Furthermore, small Asian populations in clinical trials may limit insight into ethnic differences in efficacy and safety profiles of treatments for BC. Notably, differences in efficacy between Asian and overall populations have generally only been found in subgroup analyses with higher numbers of Asians, which has limited statistical validity and would be expected to increase the likelihood of any differences being observed [61, 63, 73]. In addition, the use of varying definitions of Asian race or ethnicity and combination therapies in studies of CDK4/6 inhibitors make it difficult to develop a clear understanding of the relative clinical profile of CDK4/6 inhibitors in Asian versus non-Asian patients [76]. Therefore, further studies are necessary to elucidate any race-related variation in response to CDK4/6 inhibitors and underlying mechanisms.

Asians experience a higher rate of hematological toxicity, particularly neutropenia, following administration of chemotherapy, targeted therapies, and possibly CDK4/6 inhibitors.
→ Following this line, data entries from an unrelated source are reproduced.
import { describe, expect, it } from 'vitest';
import { clockMoment } from '../../../core/evidence/moment.ts';
import type { Happening } from '../../../core/monitor/happening.ts';
import { monitorFrom, snapshotOf } from '../../../core/monitor/monitor-snapshot.ts';
import { allLooksUpper } from '../../../core/sequential/nonconforming-all-looks.ts';
import { smallestUnitsDemonstrated } from '../../../core/sequential/nonconforming-critical.ts';
import { betaPriorAt } from '../../../core/sequential/nonconforming-evidence.ts';
import type { Tail } from '../../../core/units.ts';
import { runPathsOf, runViewOf } from '../../../core/view/run-view-of.ts';
import { viewOf } from '../../../core/view/view-of.ts';
import { bad, fills, good, lotStart, WatchOne } from '../evidence/watch-one.ts';
import { feed, monday, origins, plantOfText } from '../evidence/evidence-plant.ts';

const tail = 0.05 as Tail;
const quiet = 'silence: off, bad-data: off, deterioration: off';
const leak = (rest: string): string => `station: A.leak, characteristic: tightness, quantity: nonconforming-fraction, at-most: 1 %, ${rest}, alarms: { ${quiet} }`;
const all = leak('window: { units: 1000 }, looks: all');

describe('a run that decides', () => {
  it('[L2][E5] is demonstrated with the first unit at which the bound at all looks is on the safe side', () => {
    const one = new WatchOne(all);
    const enough = smallestUnitsDemonstrated(0, 0.01, tail, betaPriorAt(0.01));
    one.take(good(enough - 1));
    expect([one.state, allLooksUpper(0, enough - 1, tail, betaPriorAt(0.01)) > 0.01]).toEqual(['gathering', true]);
    one.take(good(1));
    expect([one.state, allLooksUpper(0, enough, tail, betaPriorAt(0.01)) <= 0.01]).toEqual(['demonstrated', true]);
    expect(viewOf(one.watch)).toMatchObject({ lookRule: 'all looks', oppositeLookRule: 'all looks', bound: allLooksUpper(0, enough, tail, betaPriorAt(0.01)) });
  });

  it('[L2] goes on beyond its window: what left that still counts in the run', () => {
    const one = new WatchOne(all);
    one.take(bad(40), good(1500));
    expect(one.watch.evidence.figures()).toMatchObject({ inspected: 1000, nonconforming: 0 });
    expect([one.state, viewOf(one.watch).figures['runNonconforming']]).toEqual(['violated', 40]);
  });

  it('[L2] beside a window calls the violation, and the window what is demonstrated', () => {
    const one = new WatchOne(leak('window: { units: 1000 }, looks: both'));
    one.take(good(1000));
    expect(one.state).toBe('demonstrated');
    expect(viewOf(one.watch)).toMatchObject({ lookRule: 'one look', oppositeLookRule: 'all looks' });
    const windowAlone = new WatchOne(leak('window: { units: 1000 }'));
    windowAlone.take(good(1000), bad(24));
    one.take(bad(24));
    expect([windowAlone.state, one.state]).toEqual(['violated', 'undecided']);
    one.take(bad(30));
    expect(one.state).toBe('violated');
  });

  it('is not offered where no bound at all looks is known', () => {
    expect(() => plantOfText('  - { id: c, stations: [A.cutting, A.leak], characteristics: [cut, tightness], quantity: chained-yield, at-least: 95 %, window: run, looks: all }')).toThrow('guarantees[0].looks');
    expect(() => plantOfText(`  - { id: e, ${leak('window: run, looks: both, clusters: { design-effect: 2, source: history }')} }`)).toThrow('guarantees[0].looks');
    expect(() => plantOfText(`  - { id: e, ${leak('window: run, looks: sometimes')} }`)).toThrow('one of one, all, both');
  });
});

describe('the beginning of a run', () => {
  const begun = (one: WatchOne): unknown => runViewOf(one.watch);

  it('[L1] is the first record, then each declared event, numbered and told', () => {
    const one = new WatchOne(all);
    expect(begun(one)).toMatchObject({ number: 1, cause: 'first', begunAt: undefined });
    one.take(good(5));
    expect(begun(one)).toMatchObject({ number: 1, cause: 'first', begunAt: monday });
    one.monitor.act({ kind: 'restart', guarantee: 'one', by: 'Jonas', reason: 'new seal' }, one.monitor.now);
    expect(one.monitor.decisions().happenings).toMatchObject([{ kind: 'restart', run: 2, by: 'Jonas', reason: 'new seal' }]);
    expect(begun(one)).toMatchObject({ number: 2, cause: 'restart', detail: 'new seal (Jonas)', figures: { runUnits: 0 } });
  });

  it('[L1] comes back with its product, and with a lot where the guarantee is about lots', () => {
    const one = new WatchOne(leak('product: BH-4, window: { units: 1000 }, looks: all'));
    const told: Happening[] = [];
    let next = 1;
    const take = (...parts: Parameters<typeof feed>[1]): void => {
      const run = feed(one.monitor, parts, 1, next);
      next = run.next;
      told.push(...run.happenings);
    };
    take({ ...good(20), time: { kind: 'steady', start: monday, step: 1 } } as never);
    take({ kind: 'changeover', records: 1, at: monday + 100, line: 'A', product: 'BH-9' } as never);
    take({ kind: 'changeover', records: 1, at: monday + 200, line: 'A', product: 'BH-4' } as never);
    expect(told.filter(({ kind }) => kind === 'run')).toMatchObject([{ run: 2, cause: 'changeover', detail: 'BH-4' }]);
    const lot = new WatchOne(`station: A.leak, characteristic: outgoing, quantity: lot-fraction, at-most: 4 %, looks: all, alarms: { ${quiet} }`);
    lot.take(lotStart('L-1', 300), good(150, 'outgoing'));
    expect(lot.state).toBe('demonstrated');
    lot.take(lotStart('L-2', 300));
    expect([lot.state, runViewOf(lot.watch)?.detail]).toEqual(['gathering', 'L-2']);
  });

  it('[L1] is never because of what the run shows: a violation stays said', () => {
    const one = new WatchOne(all);
    one.take(bad(30));
    const said = runViewOf(one.watch)?.brokenAt;
    expect([one.state, said !== undefined]).toEqual(['violated', true]);
    one.take(good(50_000));
    expect([one.state, runViewOf(one.watch)?.brokenAt, runViewOf(one.watch)?.number]).toEqual(['demonstrated', said, 1]);
  });
});

describe('late records and corrections', () => {
  it('[L4] count in a run of counts, and not in the evidence on a mean', () => {
    const counts = new WatchOne(all);
    counts.take(bad(2), good(100));
    const correction = { kind: 'correction', records: 1, origin: origins.leak, at: 0, corrects: 1, finding: { kind: 'verdict', nonconforming: false }, reason: 'inspected again' } as const;
    counts.take(correction);
    expect(runViewOf(counts.watch)?.figures).toMatchObject({ runUnits: 102, runNonconforming: 1 });
    const mean = new WatchOne(`station: A.filling, characteristic: fill, quantity: mean, at-least: 250 ml, target: 251 ml, window: { units: 100 }, looks: all, alarms: { ${quiet} }`);
    mean.take(fills([250.5, 251, 250.8, 251.2]));
    const before = runViewOf(mean.watch);
    mean.take({ ...correction, origin: origins.fill, finding: { kind: 'measurement', value: 240 } } as never);
    expect(mean.watch.evidence.bounds().estimate).toBeLessThan(249);
    expect(runViewOf(mean.watch)).toEqual(before);
  });

  it('[L4] fill a hole that belongs to the run, and none that lies before it', () => {
    const one = new WatchOne(all);
    const lost = { kind: 'lost', records: 10, at: 0, station: 'A.leak', reason: 'overrun' } as const;
    one.take(good(10), lost, good(10));
    feed(one.monitor, [{ ...bad(10), time: { kind: 'steady', start: monday, step: 1 } } as never], 1, 11);
    expect(runViewOf(one.watch)?.figures).toMatchObject({ runUnits: 30, runNonconforming: 10 });
    one.take(lost);
    one.monitor.act({ kind: 'restart', guarantee: 'one', by: 'Jonas', reason: 'new seal' }, one.monitor.now);
    feed(one.monitor, [{ ...bad(10), time: { kind: 'steady', start: monday, step: 1 } } as never], 1, 31);
    expect(runViewOf(one.watch)?.figures).toMatchObject({ runUnits: 0 });
  });
});

describe('what a screen shows of a run', () => {
  it('is its evidence on a logarithmic scale, marked from the beginning on', () => {
    const one = new WatchOne(all);
    one.take(good(900));
    for (let mark = 1; mark <= 400; mark += 1) {
      one.watch.run.mark(monday + mark * 300_000);
      one.take(good(1));
    }
    const { run } = runPathsOf(one.watch);
    expect(run.at.length).toBeGreaterThan(60);
    expect(run.at.length).toBeLessThanOrEqual(120);
    expect([run.at[0], run.kept.length, run.broken.length]).toEqual([monday + 300_000, run.at.length, run.at.length]);
    const view = runViewOf(one.watch);
    expect([view?.enoughKept, view?.decides]).toEqual([-Math.log10(0.05), 'state']);
    expect(view?.kept).toBeGreaterThan(run.kept[0]!);
  });

  it('[L3][R1] is the same after a restart of the server', () => {
    const one = new WatchOne(all);
    one.take(good(700), bad(3), good(500));
    one.watch.run.mark(monday);
    const resumed = monitorFrom(one.monitor.plant, 'v', structuredClone(snapshotOf(one.monitor)));
    expect(runViewOf(resumed.watches[0]!)).toEqual(runViewOf(one.watch));
    expect(runPathsOf(resumed.watches[0]!)).toEqual(runPathsOf(one.watch));
    resumed.watches[0]!.evidence.weigh(clockMoment(resumed.now));
    expect(resumed.watches[0]!.standing.state).toBe(one.state);
  });
});
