import { copyFileSync, existsSync, mkdirSync, readdirSync, readFileSync, writeFileSync } from 'node:fs';
import { join } from 'node:path';
import { fileURLToPath } from 'node:url';

/** A directory that the demo will not write into, or cannot go on in. */
export class BadDemoData extends Error {}

/** Where the demo keeps its data. */
export interface DemoData {
  readonly directory: string;
  readonly plantFile: string;
  readonly seed: number;
}

const usualSeed = 1;

/**
 * Makes a directory ready for the demo, or takes up one in which a demo has lived before. The plant file is copied
 * into it, so that people can change it and see what comes of it.
 *
 * @param seed undefined: that of the demo that lived there, or the usual one
 * @throws BadDemoData where the directory holds other data, or a demo of another seed
 */
export function demoData(directory: string, seed: number | undefined): DemoData {
  const marker = join(directory, 'demo.json');
  const plantFile = join(directory, 'plant.yaml');
  if (existsSync(marker)) {
    const lived = (JSON.parse(readFileSync(marker, 'utf8')) as { seed: number }).seed;
    if (seed !== undefined && seed !== lived) throw new BadDemoData(`The demo in ${directory} was begun with --seed ${lived}; it cannot go on with ${seed}.`);
    return { directory, plantFile, seed: lived };
  }
  mkdirSync(directory, { recursive: true, mode: 0o700 });
  if (readdirSync(directory).length > 0) {
    throw new BadDemoData(`The directory ${directory} is not empty, and what it holds is no demo's; invented records must not get in among others.`);
  }
  copyFileSync(fileURLToPath(new URL('hose-works.yaml', import.meta.url)), plantFile);
  const begun = seed ?? usualSeed;
  writeFileSync(marker, `${JSON.stringify({ seed: begun })}\n`);
  return { directory, plantFile, seed: begun };
}
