import * as v from 'valibot';
import { actions } from '../../../core/access/action.ts';
import { grantSchema } from '../../access/access-items.ts';
import { moment, text, whole } from '../answers/answer-parts.ts';

const grants = v.array(grantSchema);
const actionList = v.array(v.picklist(actions));
const maybeMoment = v.nullable(moment);
const maybeText = v.nullable(text);
const link = v.pipe(text, v.description('Path and secret part, to be put behind the address of this server; shown this once.'));

export const accountAnswer = v.strictObject({
  id: text, name: text, shownAs: text, grants, made: moment, lastSeen: maybeMoment, disabled: v.boolean(), hasPassword: v.boolean(), hasPin: v.boolean(), passkeys: whole, sessions: whole,
});
export const accountsAnswer = v.array(accountAnswer);
export const newPasswordLinkAnswer = v.strictObject({ link, expires: moment });

const invitationKind = v.picklist(['first', 'account', 'new-password']);
export const invitationsAnswer = v.array(v.strictObject({ id: text, kind: invitationKind, grants, shownAs: maybeText, made: moment, by: text, expires: moment }));
export const invitationLinkAnswer = v.strictObject({ id: text, link, expires: moment });
export const invitationLookAnswer = v.strictObject({ kind: invitationKind, grants, account: maybeText, shownAs: maybeText, expires: moment });

export const displaysAnswer = v.array(v.strictObject({ id: text, name: text, line: maybeText, made: moment, by: text, lastSeen: maybeMoment, acting: v.boolean() }));
export const displayLinkAnswer = v.strictObject({ id: text, link });

export const sessionsAnswer = v.array(v.strictObject({ id: text, made: moment, lastSeen: moment, address: text, agent: text, current: v.boolean() }));
export const tokensAnswer = v.array(v.strictObject({ id: text, name: text, actions: actionList, grants: v.nullable(grants), made: moment, expires: moment, lastUsed: maybeMoment }));
export const tokenAnswer = v.strictObject({ id: text, token: v.pipe(text, v.description('Shown this once; only its hash is kept.')) });

export const passkeysAnswer = v.array(v.strictObject({ id: text, name: text, made: moment, lastUsed: maybeMoment }));
export const passkeyMadeAnswer = v.strictObject({ id: text });
/** @source W3C Web Authentication Level 2, sections 5.4 and 5.5, in their JSON forms (by a library) */
export const ceremonyAnswer = v.pipe(v.looseObject({ challenge: text }), v.description("Options of Web Authentication, for the device's own call."));

export const signedInAnswer = v.strictObject({ name: text });
export const signInAnswer = v.union([signedInAnswer, v.strictObject({ second: v.literal('passkey'), ticket: v.pipe(text, v.description('For /api/sign-in/passkey/begin and finish.')) })]);

export const terminalPeopleAnswer = v.array(v.strictObject({ account: text, shownAs: text }));
export const actingAnswer = v.strictObject({ name: text, until: moment });

const may = v.strictObject({ plant: v.boolean(), lines: v.union([v.literal('all'), v.array(text)]) });
const caller = v.strictObject({
  kind: v.picklist(['account', 'token', 'display', 'open']),
  name: maybeText,
  account: maybeText,
  grants,
  until: maybeMoment,
  may: v.pipe(v.record(v.picklist(actions), may), v.description('By action: for the plant as a whole, and on which lines.')),
  pin: v.nullable(actingAnswer),
  terminal: v.boolean(),
  hasPassword: v.boolean(),
});
export const meAnswer = v.strictObject({ access: v.picklist(['open', 'accounts']), firstAccount: v.boolean(), passkeys: v.boolean(), directory: maybeText, caller: v.nullable(caller) });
The underlying mechanisms resulting in these outcomes are not well understood, but these AEs can generally be managed by dose adjustment, suggesting a pharmacokinetic mechanism.

Ethnic disparity has been ignored or meagerly addressed in the past, especially during the era of chemotherapies. With the emergence of evolving targeted agents, some evidence has shed light on ethnic differences in treatment response. This highlights the importance of considering ethnic differences in pharmacokinetics and pharmacodynamics when designing clinical trials of new therapies and it is expected that the greater insights into tumor and patient characteristics from future studies will help guide treatment selection for Asians. Combined with increased recruitment of Asians into clinical trials to facilitate robust subgroup analysis and ongoing pharmacovigilance reporting, incremental improvements in clinical outcomes for Asians with BC can be expected in the future.

Data suggest important differences in tumor biology, treatment response, and metabolism of anticancer drugs between Asians and non-Asians with breast cancer (BC), yet the majority of clinical trials are conducted in Western settings.

A review of the literature suggests that while many treatments for Asians and non-Asians with BC often have similar efficacy and safety, important differences have been reported, particularly regarding hematological toxicities.

There is a need for future studies to enroll a higher proportion of Asian patients, and for further research into the reasons behind the differences seen between Asians and non-Asians with BC, in order to improve the management of Asian patients with this disease.